Wer seine Pflicht zur Teilnahme am Integrationskurs verletzt und Arbeitslosengeld II bezieht, muss mit einer Kürzung seiner Bezüge um 30 Prozent rechnen. Im Wiederholungsfall kann der Abzug auch höher ausfallen. Weitere Maßnahmen sind Bußgelder, die Nichtverlängerung der Aufenthaltserlaubnis und als Ultima Ratio die Ausweisung.

Was kosten die Kurse den Steuerzahler?

Die Bundesregierung wird bis zum Jahresende etwa 945 Millionen Euro für diesen Teil der Integrationsförderung ausgegeben haben. Für die Förderung der 1,1 Millionen Menschen, die dann noch nicht an solchen Kursen teilgenommen haben, werden noch einmal Mittel in etwa gleicher Höhe nötig sein. Ich gehe davon aus, dass der Gesetzgeber diese zur Verfügung stellen wird.

Sie fordern mehr Lehrer mit Migrationshintergrund – warum?

Solche Lehrkräfte werden von Kindern mit Zuwanderungsgeschichte als Vorbilder wahrgenommen. Sie können die Mehrsprachigkeit fördern und dabei helfen, dass Kinder von Einwanderern ein Interesse für unsere Kultur entwickeln.

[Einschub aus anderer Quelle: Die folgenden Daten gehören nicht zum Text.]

const (
	// RuleAbsMax: the block's largest magnitude (its extremes, when asymmetric), so that no element is clipped. The zero value.
	RuleAbsMax ScaleRule = iota
	// RulePercentile: the Scheme.Percentile-th percentile of the block's magnitudes |x| (nearest rank), so that the largest elements are clipped to the extreme codes (percentile calibration, common practice).
	RulePercentile
)

var ruleWords = vocab.New("quant", "scale rule", "which magnitude of a block its scale is chosen from", ErrOption,
	vocab.W(RuleAbsMax, "absmax", "the largest magnitude: no element is clipped"),
	vocab.W(RulePercentile, "percentile", "the p-th percentile of |x| (nearest rank): larger elements are clipped"),
)

// String returns r's word ("percentile").
func (r ScaleRule) String() string { return ruleWords.String(r) }

// MarshalText returns r's word; a value with none is an error wrapping
// ErrOption.
func (r ScaleRule) MarshalText() ([]byte, error) { return ruleWords.Marshal(r) }

// UnmarshalText sets r from its word; any other text is an error wrapping
// ErrOption that lists the words.
// A nil receiver is an error wrapping the same sentinel, not a panic.
func (r *ScaleRule) UnmarshalText(b []byte) error { return ruleWords.Unmarshal(r, b) }

// Meaning returns one line saying what r means.
func (r ScaleRule) Meaning() string { return ruleWords.Meaning(r) }

// Values lists every ScaleRule, the zero value first.
func (ScaleRule) Values() []ScaleRule { return ruleWords.Values() }

// Check returns nil if r is one of the ScaleRule constants, or an error
// wrapping ErrOption that lists the words.
func (r ScaleRule) Check() error { return ruleWords.Check(r) }

// FP8Element is the 8-bit floating-point format of the elements of an FP8Tensor (OCP 8-bit Floating Point Specification (OFP8), revision 1.0, 2023, through package compare).
type FP8Element int

const (
	// FP8E4M3: 4 exponent bits, 3 fraction bits, max 448, no infinities (S.1111.111 is NaN). The zero value.
	FP8E4M3 FP8Element = iota
	// FP8E5M2: 5 exponent bits, 2 fraction bits, max 57344, with ±Inf (IEEE 754 style).
	FP8E5M2
)

var fp8Words = vocab.New("quant", "FP8 element", "which 8-bit float format an element is", ErrOption,
	vocab.W(FP8E4M3, "e4m3", "OFP8 E4M3: max 448, NaN but no infinity"),
	vocab.W(FP8E5M2, "e5m2", "OFP8 E5M2: max 57344, with infinities"),
)

// String returns e's word ("e5m2").
func (e FP8Element) String() string { return fp8Words.String(e) }

// MarshalText returns e's word; a value with none is an error wrapping
// ErrOption.
func (e FP8Element) MarshalText() ([]byte, error) { return fp8Words.Marshal(e) }

// UnmarshalText sets e from its word; any other text is an error wrapping
// ErrOption that lists the words.
// A nil receiver is an error wrapping the same sentinel, not a panic.
func (e *FP8Element) UnmarshalText(b []byte) error { return fp8Words.Unmarshal(e, b) }

// Meaning returns one line saying what e means.
func (e FP8Element) Meaning() string { return fp8Words.Meaning(e) }

// Values lists every FP8Element, the zero value first.
func (FP8Element) Values() []FP8Element { return fp8Words.Values() }

// Check returns nil if e is one of the FP8Element constants, or an error
// wrapping ErrOption that lists the words.
func (e FP8Element) Check() error { return fp8Words.Check(e) }

// Overflow says what an FP8 element becomes when x/s rounds beyond the format's largest magnitude.
type Overflow int

const (
	// OverflowSpecial: the format's overflow, that of compare.Format.Round: NaN in E4M3 (which has no infinity), ±Inf in E5M2 (OFP8 rev 1.0, the non-saturating mode). The zero value.
	OverflowSpecial Overflow = iota
	// OverflowSaturate: ±max, 448 in E4M3 and 57344 in E5M2 (OFP8 rev 1.0, the saturating mode).
	OverflowSaturate
)

var overflowWords = vocab.New("quant", "FP8 overflow", "what an element beyond the format's largest magnitude becomes", ErrOption,
	vocab.W(OverflowSpecial, "nan-or-inf", "non-saturating: NaN in E4M3, ±Inf in E5M2"),
	vocab.W(OverflowSaturate, "saturate", "saturating: ±448 in E4M3, ±57344 in E5M2"),
)

// String returns o's word ("saturate").
func (o Overflow) String() string { return overflowWords.String(o) }

// MarshalText returns o's word; a value with none is an error wrapping
// ErrOption.
func (o Overflow) MarshalText() ([]byte, error) { return overflowWords.Marshal(o) }

// UnmarshalText sets o from its word; any other text is an error wrapping
// ErrOption that lists the words.
// A nil receiver is an error wrapping the same sentinel, not a panic.
func (o *Overflow) UnmarshalText(b []byte) error { return overflowWords.Unmarshal(o, b) }

// Meaning returns one line saying what o means.
func (o Overflow) Meaning() string { return overflowWords.Meaning(o) }

// Values lists every Overflow, the zero value first.
func (Overflow) Values() []Overflow { return overflowWords.Values() }

// Check returns nil if o is one of the Overflow constants, or an error
// wrapping ErrOption that lists the words.
func (o Overflow) Check() error { return overflowWords.Check(o) }
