package quant_test

import (
	"fmt"

	"github.com/plumbref/plumb/compare"
	"github.com/plumbref/plumb/quant"
)

// The scale is rounded to its format before the elements are quantised:
// in bfloat16, 1/127 rounds up to s = 130·2^−14, and 1 then becomes the
// code 126, not 127 (126·s = 0.999755859375).
func ExampleQuantise() {
	q, err := quant.Quantise([]float64{1, -0.5, 0.25}, 1, 3, quant.Scheme{Scale: quant.ScaleBFloat16})
	if err != nil {
		fmt.Println(err)
		return
	}
	x, _ := quant.Dequantise(q)
	fmt.Println(q.Codes, q.Scales[0]*16384)
	fmt.Println(x)
	// Output:
	// [126 -63 32] 130
	// [0.999755859375 -0.4998779296875 0.25390625]
}

// FP4 E2M1 elements: the block's largest value, 0.7, gives the shared
// exponent ⌊log₂ 0.7⌋ − 2 = −3, and 0.7·8 = 5.6 rounds to 6.
func ExampleEncodeMX() {
	x := make([]float64, quant.MXBlockSize)
	x[0], x[1], x[2] = 0.7, 0.3, -0.1
	b, _ := quant.EncodeMX(x, quant.ElemE2M1)
	v, _ := quant.DecodeMX(b)
	fmt.Println(int(b[0].Scale)-127, v[:3])
	// Output:
	// -3 [0.75 0.25 -0.125]
}

func ExamplePack4() {
	b, _ := quant.Pack4([]int8{-1, 7, -8}, quant.Packing{Order: quant.LowFirst, Code: quant.TwosComplement})
	fmt.Printf("% x\n", b)
	// Output:
	// 7f 08
}

func ExampleMatMulInt8() {
	a := quant.Tensor{Rows: 1, Cols: 2, Codes: []int8{3, -4}, Scales: []float64{0.5}}
	b := quant.Tensor{Rows: 2, Cols: 1, Codes: []int8{10, 5}, Scales: []float64{0.25}}
	acc, out, _ := quant.MatMulInt8(a, b)
	fmt.Println(acc, out)
	// Output:
	// [10] [1.25]
}

func ExampleWeightOnly() {
	w := quant.Tensor{Rows: 2, Cols: 1, Codes: []int8{3, -1}, Scales: []float64{0.5}}
	y, _ := quant.WeightOnly([]float64{0.1, 0.2}, 1, w, compare.BFloat16)
	// 0.1·1.5 − 0.2·0.5 = 0.05; bfloat16 has the spacing 2^−12 in [2^−5, 2^−4),
	// and 0.05·2^12 = 204.8 rounds to 205: 205·2^−12.
	fmt.Println(y)
	// Output:
	// [0.050048828125]
}

func ExampleSQNR() {
	db, _ := quant.SQNR([]float64{1, 2, 3, 4}, []float64{1, 2, 3, 5})
	fmt.Printf("%.4f dB\n", db)
	// Output:
	// 14.7712 dB
}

Laut Bundesinnenministerium wollen sich etwa zehn Prozent der Einwanderer überhaupt nicht integrieren. Sind sie für die deutsche Gesellschaft verloren?

Sie für verloren zu erklären können wir uns nicht leisten. Ich bin davon überzeugt, dass wir noch einen Großteil dieser Einwanderer mit den bestehenden Angeboten und Verpflichtungsmöglichkeiten erreichen können. Studien zeigen, dass letztlich nur ein Anteil von etwa einem Prozent überhaupt nicht erreichbar ist. Um diesen Anteil müssen sich die Sicherheitsbehörden kümmern.

Die deutsche Wirtschaft setzt auf Zuwanderung, um den absehbaren Fachkräftemangel abzudämpfen. Eine berechtigte Hoffnung?

Zunächst sollte man in Deutschland alle Möglichkeiten nutzen, Arbeitslose zu qualifizieren. Für qualifizierte Arbeiter aus Drittstaaten bietet das geltende Aufenthaltsrecht Erleichterungen. Hinzu kommt: 2011 entfallen die Zugangsbeschränkungen für Arbeitskräfte aus Polen, Tschechien und den anderen Staaten, die 2004 der EU beigetreten sind. Dann werden zusätzliche Arbeitskräfte zur Verfügung stehen.

Wie gehen wir mit deren Abschlüssen um?

Die mitgebrachten Abschlüsse müssen in verstärktem Umfang anerkannt und gegebenenfalls durch Nachqualifizierung aufgebessert werden. Gesetzesinitiativen dazu werden voraussichtlich noch in diesem Jahr auf den Weg gebracht.